Porque o gol qualificado introduz uma dinâmica única no futebol: um gol pode transformar derrota em vitória.

Normalmente, gols podem, no máximo, transformar derrota em empate ou empate em vitória. Essa regra — e só ela — é capaz de criar momentos verdadeiramente único.
No basquete, por exemplo, há diferentes pontuações, então um time que está perdendo por 2 pontos pode fazer uma cesta de dentro do garrafão para empatar ou de fora para virar. E essa dinâmica deixa o fim do jogo absolutamente eletrizante!
Você reconheceu a foto no primeiro tweet deste fio?

Foi o gol de Iniesta, aos 48' do segundo tempo, em Stamford Bridge, que colocou o Barcelona na final da Champions League 2008-09.
Não é exagero dizer que aquele momento foi fundamental para a formação do maior time do século, o time que mudou os rumos do futebol.

E só foi tão mágico por causa do gol qualificado. Sem ele, levaria o jogo para uma (chata) prorrogação e uma (provável) disputa de pênaltis.
Como não lembrar da icônica foto que mostra os holandeses do Ajax desabando ao chão, vendo seu sonho continental ser esmagado pelo hat-trick de Lucas Moura?
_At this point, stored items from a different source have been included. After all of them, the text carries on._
function checkLeaf(p: LocalLeaf, field: string, unit: HeightUnit, issues: FieldIssue[]): void {
  if (p.kind === 'age-band') {
    if (p.from < 0 || p.to > 120) issues.push({ field, message: `age band ${p.from}–${p.to}: ages run from 0 to 120` });
    else if (p.from > p.to) issues.push({ field, message: `age band from ${p.from} to ${p.to}: the band starts after it ends` });
    return;
  }
  if (p.kind !== 'measure') return;
  const info = MEASURES[p.measure];
  const words = leafWords(p, unit);
  if (!info.comparisons.includes(p.comparison)) {
    issues.push({ field: `${field}.comparison`, message: `${info.name} can only be compared with: ${info.comparisons.map((c) => COMPARISON_WORDS[c]).join(', ')}` });
    return;
  }
  const inUnit = p.measure === 'fallHeight' ? { min: fromMetres(info.min, unit), max: fromMetres(info.max, unit), unit } : { min: info.min, max: info.max, unit: info.unit };
  if (p.value < inUnit.min || p.value > inUnit.max) {
    issues.push({ field: `${field}.value`, message: `${words}: ${info.name} must lie between ${inUnit.min} and ${inUnit.max}${inUnit.unit ? ` ${inUnit.unit}` : ''}` });
    return;
  }
  if (p.measure === 'age' && !Number.isInteger(p.value)) {
    issues.push({ field: `${field}.value`, message: `${words}: age is compared in whole years` });
    return;
  }
  if (isEmpty(intervalOf(p))) issues.push({ field, message: `${words}: no patient can meet this (${info.name} runs from ${inUnit.min} to ${inUnit.max}${inUnit.unit ? ` ${inUnit.unit}` : ''})` });
}

/** Parts joined by "all" that bound the same measure (an age band bounds age) and leave nothing between them. */
function checkAllOf(parts: readonly LocalLeaf[], field: string, unit: HeightUnit, issues: FieldIssue[]): void {
  const bounds = new Map<string, { interval: Interval; words: string[] }>();
  for (const p of parts) {
    let key: string, interval: Interval;
    if (p.kind === 'measure') {
      if (p.measure === 'spo2RoomAir') continue;
      key = p.measure;
      interval = intervalOf(p);
      // Age is in completed years: "above 60" starts at 61.
      if (p.measure === 'age') interval = { lo: interval.loOpen ? interval.lo + 1 : interval.lo, loOpen: false, hi: interval.hiOpen ? interval.hi - 1 : interval.hi, hiOpen: false };
    } else if (p.kind === 'age-band') {
      key = 'age';
      interval = { lo: p.from, loOpen: false, hi: p.to, hiOpen: false };
    } else continue;
    const known = bounds.get(key);
    const words = leafWords(p, unit);
    if (!known) bounds.set(key, { interval, words: [words] });
    else {
      known.interval = intersect(known.interval, interval);
      known.words.push(words);
    }
  }
  for (const { interval, words } of bounds.values()) {
    if (words.length > 1 && isEmpty(interval)) issues.push({ field, message: `a condition nothing can meet: ${joinWords(words, 'all')} cannot all hold at once` });
  }
}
Gol fora. Se não fosse por isso, teríamos mais uma prorrogação.
Por causa de um golzinho fora, o Barcelona não pôde sentar na vantagem de 5x1 sobre o PSG no Camp Nou, que levaria o jogo para a prorrogação — e certamente agradaria os fraceses àquela altura.

O Barça foi obrigado a buscar o sexto gol. Afinal, não havia mais empate.
Pergunte a qualquer torcedor do Fluminense: qual foi o momento mais marcante da Libertadores 2008?

É bem provável que a resposta seja o gol de Washington nos acréscimos contra o São Paulo — que estava se classificando pelo gol fora e viu o sonho ruir com uma bola.
E você, rubro-negro? Eu duvido que sua alma tenha permanecido no corpo quando Elias chutou contra o poderoso Cruzeiro de 2013.

Aquela explosão se deve toda a um gol — e um golzinho bizarro — fora!
O futebol é sobre isso aí. É sobre momentos, histórias. É sobre o que a gente viveu.

O gol qualificado não é uma regra perfeita — e realmente parece esquisita hoje em dia. Mas ela cumpre um papel muito importante, que nada a tem a ver com "vantagem" de jogar aqui ou ali.
Se a alternativa fosse algo obviamente mais justo, concretamente mais coerente e objetivamente melhor para o jogo, eu seria absolutamente a favor. Mas não...

Portanto, ainda fico com o gol fora! Descanse em paz! Nunca te esquecerei!